Korean Mathematical Olympiad Final Round

Let $M$ be the midpoint of the side $BC$. First, we want to show that $M$ is on the circumcircle of the triangle $DPQ$. For the intersection point $X$ of $PQ$ and $BC$, Menelaus theorem guarantees $$\frac{BX}{XC}=\frac{CE}{EA}=\frac{AF}{FB}=1.$$ Since $AF=AE$, $BD=BF$, $CD=CE$ and $BX\cdot CD=XC\cdot BD$, from which we get $2XB\cdot XC=(XB+XC)\cdot XD$ by replacing $BD$ and $CD$ with $XD-XB$ and $XC-XD$, respectively. It follows that $XB\cdot XC=XM\cdot XD$, as $\frac{XB+XC}{2}=XM$. Hence the point $M$ lies on the circumcircle of the triangle $DPQ$.

Let $O^{\prime }$ be the midpoint of the line segment $O_1{O}_2$. It suffices to show that $O^{\prime }$ is the circumcenter of the triangle $DPQ$. first, we will consider the case where $AB\ne AC$. In this case, we will prove it by showing that $O^{\prime }$ is on both the perpendicular bisector of $PQ$ and the perpendicular bisector of $DM$. In fact, since $AI$ is perpendicular to both $PQ$ and $O_1{O}_2$, $PQ$ and $O_1{O}_2$ are parallel to each other. It follows that $O^{\prime }$ is on the perpendicular bisector of $PQ$. Let $I_A,I_B$ and $I_C$ be the centers of excircles each of which is tangent to $BC$, $AC$ and $AB$, respectively. It is easy to see that the circumcircle of the triangle $ABC$ is the same as the nine point circle of the triangle $I_A{I}_B{I}_C$. Thus, if we let $O_3$ be the circumcenter of the triangle $IBC$ and let $S$ be the intersection point of $O{O}_3$ and $I_B{I}_C$, the point $S$ is the midpoint of the line segment $I_B{I}_C$. Note that the dilatation with center $I$ and ratio 2 sends the triangle $O_1{O}_2{O}_3$ to the triangle $I_C{I}_B{I}_A$, which implies that $O^{\prime }$ is the midpoint of the line segment $IS$. Therefore we can conclude that $O^{\prime }$ is on the perpendicular bisector of $DM$, as both $ID$ and $SM$ are perpendicular to $BC$.

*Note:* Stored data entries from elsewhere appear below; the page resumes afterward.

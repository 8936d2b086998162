#pragma once
#include <string>
#include <string_view>
#include <utility>
#include <vector>

#include "dropfront/parts/catalogue.hpp"
#include "dropfront/parts/columns.hpp"

namespace dropfront::report {

/// One value of a part under the column name of the parts lists: SI numbers (mm, degC and hours where the
/// column says so), true/false or text.
using parts::ColumnValue;
using Columns = std::vector<std::pair<std::string, ColumnValue>>;

/// Electrical columns only: what a score can depend on, name, source, sizes and prices apart. Ratings that
/// are not given are left out.
Columns electrical_columns(const parts::Dropper& part);
Columns electrical_columns(const parts::Resistor& part);
Columns electrical_columns(const parts::Clamp& part);
Columns electrical_columns(const parts::Reservoir& part);
Columns electrical_columns(const parts::Rectifier& part);
Columns electrical_columns(const parts::OutputStage& part);
Columns electrical_columns(const parts::Varistor& part);
Columns electrical_columns(const parts::Fuse& part);
Columns electrical_columns(const parts::Thyristor& part);
Columns electrical_columns(const parts::Ceramic& part);

/// length_mm, width_mm, height_mm, price_<quantity>, source: those that are given. Prices in the problem's
/// currency.
Columns common_columns(const parts::PartInfo& info);

/// Word of a design file for the kind of stage: direct, linear, step-down.
std::string_view kind_name(parts::StageKind kind);

}  // namespace dropfront::report
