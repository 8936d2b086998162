#pragma once
#include <string>

#include "dropfront/report/json_writer.hpp"
#include "dropfront/report/result.hpp"

namespace dropfront::report {

/// What a little more of each limit costs along the front (problem/limit_prices.hpp), for people: the first,
/// the middle and the last step of each. Empty when there is no price.
std::string prices_text(const Result& result);

/// Value of "prices": every step of each.
void write_prices(JsonWriter& json, const Result& result);

}  // namespace dropfront::report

Next, we will consider the case where $AB=AC$. Note that $O^{\prime }$ is the midpoint of $AI$ in this case. Since $\angle AEI=90^{\circ }=\angle AFI$, the points $A,F,I,E$ are on the circle with the center $O^{\prime }$. Let $R$ be the radius of this circle. Then $O^{\prime }{D}^2-R^2=DI\cdot DA=D{A}^2-AI\cdot DA$ holds. The points $B,D,I,F$ being concyclic, we can see $AI\cdot DA=AF\cdot AB$. Since $D{A}^2=A{B}^2-B{D}^2$, $$O^{\prime }{D}^2-R^2=(A{B}^2-B{D}^2)-AF\cdot AB=A{B}^2-B{F}^2-AF\cdot AB=BF\cdot AF.$$ Similarly, we can get $O^{\prime }{P}^2-R^2=PE\cdot PF$. But $BF\cdot AF=QF\cdot PF=PE\cdot PF$, so $$O^{\prime }{D}^2-R^2=O^{\prime }{P}^2-R^2.$$ It easily follows that $O^{\prime }D=O^{\prime }P$. In a similar manner, we can show $O^{\prime }D=O^{\prime }Q$. Since $O^{\prime }P=O^{\prime }D=O^{\prime }Q$, $O^{\prime }$ is the circumcenter of the triangle $DPQ$.